Where blood banks did screen for HIV, many patients were saved from contracting HIV, but it would take many years until the practice became universal. (105) Dr Makary refers to “medical paternalism,” and a desire to maintain public confidence in blood banks. (101-105)

Another noteworthy point is that the authorities involved in this failure often spoke of there being “no evidence,” which, as Makary states, was often understood to mean that there was evidence of no correlation. (105) But in fact, it does not – it only means that we do not know what the causes are. I would add one further point. The progressive establishment (see below) often say “there is no evidence,” when this is there merest debating point, turning on the dictionary definition of “evidence” as “sound proof.” There is often reason or cause to think something, even to believe something to be the case, before there is evidence. In this instance, Dr Rucker had good cause long before the evidence became available: he saw men he knew to have HIV lining up to earn money by giving blood donations in 1983, and he knew enough medicine to know that the pathogen would almost certainly be in their blood. (94-95) When evidence was eventually available, he was vindicated.

Dr Makary does not speak in these terms; he may not even think in them. But his book provides more support for what I think must be obvious by now, that there is an informal alliance of left-wing or self-styled ‘progressive’ government and certain political forces (in the USA, these are associated with the Democrats), and their many allies in media, academe, Hollywood, and certain powerful industries, especially, from what I can see, the pharmaceutical and munitions industries, but also entertainment and book publishing, and even certain spheres within some churches (much as it pains me to say it).

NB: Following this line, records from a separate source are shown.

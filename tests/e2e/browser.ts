/** Chromium for the browser suites: find it, launch it with the flags this machine needs, watch pages for errors. */
import { existsSync, mkdirSync } from "node:fs";
import path from "node:path";
import { chromium, type Browser, type BrowserContext, type BrowserContextOptions, type Page } from "playwright-core";
import { afterAll, afterEach, beforeAll, expect } from "vitest";
import { startServer, type TestServer } from "../support/server";

export const chromiumPath = process.env.CHROMIUM_PATH || "/usr/bin/chromium";
export const haveChromium = existsSync(chromiumPath);
export const inCI = process.env.CI === "true";

/** Skip the suites only outside CI; in CI a missing browser is a failure (see requireChromium). */
export const skipBrowser = !haveChromium && !inCI;
if (skipBrowser) {
  console.warn(`Browser tests skipped: no Chromium at ${chromiumPath} (set CHROMIUM_PATH, or install Debian's chromium).`);
}

/** Call first in beforeAll: throws in CI when the browser is missing, so the suite fails instead of passing empty. */
export function requireChromium(): void {
  if (!haveChromium) throw new Error(`CI=true but no Chromium at ${chromiumPath} (set CHROMIUM_PATH or install chromium).`);
}

export const LAUNCH_ARGS = [
  "--headless",
  "--no-sandbox",
  "--disable-gpu",
  "--disable-quic",
  "--no-first-run",
  "--disable-background-networking",
  "--disable-component-update",
  "--disable-sync",
];

export async function launchBrowser(): Promise<Browser> {
  requireChromium();
  return chromium.launch({ executablePath: chromiumPath, headless: true, args: LAUNCH_ARGS });
}

/** One fresh context per test file; pass javaScriptEnabled:false for the no-JS journeys. */
export async function newContext(browser: Browser, baseURL: string, opts: BrowserContextOptions = {}): Promise<BrowserContext> {
  return browser.newContext({ baseURL, viewport: { width: 1280, height: 900 }, ...opts });
}

export const artifactsDir = path.resolve(import.meta.dirname, "artifacts");
export function artifact(name: string): string {
  mkdirSync(artifactsDir, { recursive: true });
  return path.join(artifactsDir, name);
}

export interface WatchOptions {
  /** A URL the test expects to answer 404 (the not-found page itself). */
  allow404?: (url: string) => boolean;
  /** A URL the test makes answer 400 on purpose (a rejected form), whose "Failed to load resource" line is no page error. */
  allow400?: (url: string) => boolean;
}

/**
 * Collect console errors and uncaught page errors. Only a 404 for a favicon, and the 404s and 400s a test says it
 * expects, are let through.
 */
export function watchErrors(page: Page, opts: WatchOptions = {}): string[] {
  const errors: string[] = [];
  const allowed = (url: string) => /\/favicon\.(ico|svg)(\?|$)/.test(url) || (opts.allow404?.(url) ?? false);
  page.on("console", (msg) => {
    if (msg.type() !== "error") return;
    const url = msg.location().url ?? "";
    if (/status of 404/.test(msg.text()) && allowed(url)) return;
    if (/status of 400/.test(msg.text()) && opts.allow400?.(url)) return;
    errors.push(`console.error ${msg.text()}${url ? ` (${url})` : ""}`);
  });
  page.on("pageerror", (err) => errors.push(`pageerror ${err.message}`));
  return errors;
}

/**
 * Resolve once React has hydrated the document: the router exists, has finished its initial
 * load, and React has attached its props to a DOM node (done in the hydration commit).
 */
export async function waitForHydration(page: Page, selector = "main"): Promise<void> {
  await page.waitForFunction(
    (sel) => {
      const w = window as unknown as { __reactRouterDataRouter?: { state: { initialized: boolean; navigation: { state: string } } } };
      const router = w.__reactRouterDataRouter;
      const el = document.querySelector(sel);
      return Boolean(router?.state.initialized && router.state.navigation.state === "idle" && el && Object.keys(el).some((k) => k.startsWith("__reactFiber$")));
    },
    selector,
    { timeout: 10_000 },
  );
}

/**
 * One browser suite's plumbing, registered on the enclosing describe: a production server with a fresh database, a
 * browser, a default context (and a no-JavaScript one on demand), and pages whose console and page errors fail the test.
 */
export function browserSuite(serverOptions?: Parameters<typeof startServer>[0]) {
  let server: TestServer | undefined;
  let browser: Browser | undefined;
  let context: BrowserContext | undefined;
  let noJs: BrowserContext | undefined;
  let pages: { page: Page; errors: string[] }[] = [];

  beforeAll(async () => {
    requireChromium();
    server = await startServer(serverOptions);
    browser = await launchBrowser();
    context = await newContext(browser, server.url);
  });
  afterAll(async () => {
    await noJs?.close();
    await context?.close();
    await browser?.close();
    await server?.stop();
  });
  afterEach(async () => {
    const seen = pages;
    pages = [];
    for (const p of seen) await p.page.close();
    expect(seen.flatMap((p) => p.errors)).toEqual([]);
  });

  return {
    get server(): TestServer {
      return server!;
    },
    get browser(): Browser {
      return browser!;
    },
    get context(): BrowserContext {
      return context!;
    },
    /** A context with JavaScript off (made once), for the no-JavaScript paths. */
    async noJsContext(): Promise<BrowserContext> {
      noJs ??= await newContext(browser!, server!.url, { javaScriptEnabled: false });
      return noJs;
    },
    /** A page whose errors are checked after the test. */
    async open(ctx?: BrowserContext, opts: WatchOptions = {}): Promise<Page> {
      const page = await (ctx ?? context!).newPage();
      pages.push({ page, errors: watchErrors(page, opts) });
      return page;
    },
    /** Go to a URL, expect 200 and wait for hydration. */
    async gotoHydrated(page: Page, url: string): Promise<void> {
      const res = await page.goto(url);
      expect(res?.status(), `GET ${url}`).toBe(200);
      await waitForHydration(page);
    },
  };
}

export interface CapturedMail {
  to: string;
  subject: string;
  text: string;
}

/** The newest mail to an address whose subject matches, from the mail stand-in's JSON list (newest first). */
export async function waitForMail(mailHttp: string, to: string, subject: RegExp, timeoutMs = 20_000): Promise<CapturedMail> {
  const deadline = Date.now() + timeoutMs;
  for (;;) {
    const list = (await (await fetch(`${mailHttp}/messages?to=${encodeURIComponent(to)}`)).json()) as CapturedMail[];
    const m = list.find((x) => subject.test(x.subject));
    if (m) return m;
    if (Date.now() > deadline) throw new Error(`no mail "${subject}" to ${to}: ${list.map((x) => x.subject).join(" | ")}`);
    await new Promise((r) => setTimeout(r, 150));
  }
}
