/**
 * The one way a lab analysis (imported or typed in) changes an ingredient of the organization's own
 * library, inside the caller's transaction:
 * - value by value, it replaces the library's value of each nutrient it gives; the others stay;
 * - a value the library holds from a later-dated analysis (or an estimate made from one) is kept, so a
 *   report filed late never hides a newer one; on the same date the analysis recorded last wins;
 * - measured and calculated values form one lab value set (the analysis's name, date and dry matter,
 *   confidence verified); each estimation method's values form their own set naming the method, and
 *   values entered over an estimate theirs;
 * - the ingredient's version rises once.
 * Values are rounded to 1e-6 of their unit. Returns the nutrients applied and those kept.
 */
export async function applyLabAnalysis(tx: Db, organizationId: number, id: number, analysis: AnalysisToApply): Promise<{ applied: string[]; kept: KeptValue[] }> {
  await checkNutrientValues(tx, Object.fromEntries(analysis.values.map((v) => [v.nutrientId, roundValue(v.asFed)])));
  const row = await lockOwnIngredient(tx, organizationId, id);
  const held = new Map(
    (
      await tx
        .select({ nutrientId: ingredientNutrientValues.nutrientId, analysedOn: ingredientValueSets.analysedOn })
        .from(ingredientNutrientValues)
        .innerJoin(ingredientValueSets, eq(ingredientValueSets.id, ingredientNutrientValues.valueSetId))
        .where(eq(ingredientNutrientValues.ingredientId, id))
    ).map((h) => [h.nutrientId, h.analysedOn]),
  );
  const applied: LabValue[] = [];
  const kept: KeptValue[] = [];
  for (const v of analysis.values) {
    const since = held.get(v.nutrientId);
    if (since && since > analysis.analysedOn) kept.push({ nutrientId: v.nutrientId, heldSince: since });
    else applied.push(v);
  }
  const groups = new Map<string, { name: string; kind: 'lab' | 'estimate'; confidence: 'verified' | 'derived' | 'from_memory'; values: Record<string, number> }>();
  for (const v of applied) {
    const key = v.origin === 'measured' || v.origin === 'calculated' ? 'lab' : v.origin === 'override' ? 'override' : `estimate:${v.method?.id ?? 'unnamed'}`;
    const name =
      key === 'lab' ? analysis.sourceName : v.origin === 'override' ? `Entered over the estimate when importing ${analysis.sourceName}` : `Estimated: ${v.method?.name ?? 'an equation'}, from ${analysis.sourceName}`;
    const group = groups.get(key) ?? { name: name.slice(0, 300), kind: key === 'lab' ? 'lab' : 'estimate', confidence: confidenceOf(v), values: {} };
    group.values[v.nutrientId] = roundValue(v.asFed);
    groups.set(key, group);
  }
  for (const g of groups.values()) {
    await insertValueSet(tx, id, { kind: g.kind, name: g.name, confidence: g.confidence, analysedOn: analysis.analysedOn, dryMatterPct: analysis.dryMatterPct }, g.values);
  }
  await dropEmptyValueSets(tx, id);
  await tx.update(ingredients).set({ version: row.version + 1 }).where(eq(ingredients.id, id));
  return { applied: applied.map((v) => v.nutrientId), kept };
}
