import { checkInsectSubstrate } from '../../../src/shared/insect-rule';
import type { Page } from '../../../src/shared/schemas/library-common';
import type { SpeciesFamily } from '../../../src/shared/library-terms';
import type {
  copySpecificationInput,
  createSpecificationInput,
  listSpecificationsQuery,
  SpecificationDetail,
  SpecificationSummary,
  updateSpecificationInput,
} from '../../../src/shared/schemas/specifications';
import { badRequest, HttpError, notFound } from '../../http/errors';
import type { Db } from '../client';
import {
  ingredients,
  nutrients,
  phases,
  species,
  specificationCaps,
  specificationNutrients,
  specificationRatios,
  specifications,
  type PhaseRow,
  type SpeciesRow,
  type SpecificationRow,
} from '../schema';
import { likePattern, readOnlyReference, versionConflict } from './library-shared';

type SpecInput = z.output<typeof createSpecificationInput>;
type SpecUpdate = z.output<typeof updateSpecificationInput>;

const visibleTo = (organizationId: number) => or(isNull(specifications.organizationId), eq(specifications.organizationId, organizationId));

The Association of American Medical Colleges is one organ of this establishment; as Dr Makary states: “Because American medical education is controlled by a slow, political, distracted, and centralised authority, medical schools propagate outdated groupthink.” (28) The informal alliance between medicine and industry was evidenced by the quondam power of the tobacco lobby to prevent doctors telling the truth about their poisonous product (an evil which Dr Makary worked against). (190)

This brings me to one of the most significant practical points in the book: how Makary came to write a “surgery checklist,” which was initially rejected but is now used in many hospitals, with beneficial effects. The doctor writes, and the moral is obvious:

As a resident, I was struck by another big issue no one was talking about: the high number of people harmed by preventable medical errors. I had witnessed people die, not from the disease which brought from to care, which from the care it self. I personally made mistakes from being foisted into situations above my level of training, from poor judgement when experiencing sleep deprivation, and from breakdowns in communication. (190)

This book gives me hope, not only because Dr Makary and many of those he mentions strike me as decent people, but because the problem is not medicine, it is not even government, media or industry, it is sleeping people in those areas. So we need to awaken and remember ourselves. Even in small ways, this is possible, as this excellent book demonstrates.